WHAT IS REQUIRED » Scan the entries that follow and copy out every line containing "penumbra".

════

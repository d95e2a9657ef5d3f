/**
 * The library packages run in a browser: each src/index.ts bundles with
 * esbuild for platform 'browser' without any Node built-in import, and the
 * flux bundle, loaded as a plain ES module, computes the same greybody factor
 * as the sources do in process.
 */
import { mkdtempSync, rmSync, writeFileSync } from 'node:fs';
import { builtinModules } from 'node:module';
import { tmpdir } from 'node:os';
import { join } from 'node:path';
import { fileURLToPath, pathToFileURL } from 'node:url';
import * as esbuild from 'esbuild';
import { afterAll, describe, expect, test } from 'vitest';
import * as fluxInProcess from '@penumbra/flux';

const root = fileURLToPath(new URL('..', import.meta.url));
const scratch = mkdtempSync(join(tmpdir(), 'penumbra-browser-'));
afterAll(() => rmSync(scratch, { recursive: true, force: true }));

/** The one greybody call of this file (if the flux API changes shape, update it here only). */
function oneGreybodyFactor(flux: typeof fluxInProcess): number {
  return flux.greybody({ hole: { a: 0.5 }, mode: { field: { spin: 1 }, l: 1, m: 1 }, omega: 0.3 }).gamma;
}

interface BuiltinImport {
  path: string;
  importer: string;
}

const builtins = new Set(builtinModules.map((name) => name.replace(/^node:/, '')));
const isBuiltin = (path: string) => path.startsWith('node:') || builtins.has(path.split('/')[0]);

/** Bundles packages/<name>/src/index.ts for the browser; @penumbra/* resolve to their sources, built-ins are recorded and left external. */
async function bundle(name: string): Promise<{ code: string; builtinImports: BuiltinImport[] }> {
  const builtinImports: BuiltinImport[] = [];
  const plugin: esbuild.Plugin = {
    name: 'penumbra-sources-and-builtins',
    setup(build) {
      build.onResolve({ filter: /^@penumbra\/[a-z-]+(\/internal)?$/ }, (args) => {
        const [, pkg, subpath] = /^@penumbra\/([a-z-]+)(?:\/(internal))?$/.exec(args.path)!;
        return { path: join(root, 'packages', pkg, 'src', `${subpath ?? 'index'}.ts`) };
      });
      build.onResolve({ filter: /.*/ }, (args) => {
        if (!isBuiltin(args.path)) return undefined;
        builtinImports.push({ path: args.path, importer: args.importer.replace(root, '') });
        return { path: args.path, external: true };
      });
    },
  };
  const result = await esbuild.build({
    entryPoints: [join(root, 'packages', name, 'src', 'index.ts')],
    bundle: true,
    platform: 'browser',
    format: 'esm',
    target: 'es2022',
    write: false,
    logLevel: 'silent',
    plugins: [plugin],
  });
  return { code: result.outputFiles[0].text, builtinImports };
}

async function expectNoBuiltins(name: string): Promise<string> {
  const { code, builtinImports } = await bundle(name);
  expect(builtinImports, `Node built-ins imported by the ${name} bundle`).toEqual([]);
  return code;
}

describe('browser bundles (esbuild, platform browser, format esm) import no Node built-in', () => {
  for (const name of ['core', 'kerr', 'spheroidal', 'regge-wheeler', 'near-region']) {
    test(`packages/${name}: no node: or bare built-in import in the bundle`, async () => {
      await expectNoBuiltins(name);
    });
  }

  test('packages/radial: no node: or bare built-in import in the bundle', async () => {
    await expectNoBuiltins('radial');
  });

  test('packages/emission: no node: or bare built-in import in the bundle', async () => {
    await expectNoBuiltins('emission');
  });

  test('packages/flux: no built-in import, and the bundle imported as an ES module gives Γ(s=1, l=m=1, a=0.5, Mω=0.3) equal to the in-process value to 1e-12 relative', async () => {
    const code = await expectNoBuiltins('flux');
    const file = join(scratch, 'flux.bundle.mjs');
    writeFileSync(file, code);
    const fluxBundle = (await import(/* @vite-ignore */ pathToFileURL(file).href)) as typeof fluxInProcess;
    const expected = oneGreybodyFactor(fluxInProcess);
    expect(Math.abs(oneGreybodyFactor(fluxBundle) / expected - 1)).toBeLessThan(1e-12);
  });
});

════

SOLVED EXERCISE »
import * as fluxInProcess from '@penumbra/flux';
const scratch = mkdtempSync(join(tmpdir(), 'penumbra-browser-'));
/** Bundles packages/<name>/src/index.ts for the browser; @penumbra/* resolve to their sources, built-ins are recorded and left external. */
    name: 'penumbra-sources-and-builtins',
      build.onResolve({ filter: /^@penumbra\/[a-z-]+(\/internal)?$/ }, (args) => {
        const [, pkg, subpath] = /^@penumbra\/([a-z-]+)(?:\/(internal))?$/.exec(args.path)!;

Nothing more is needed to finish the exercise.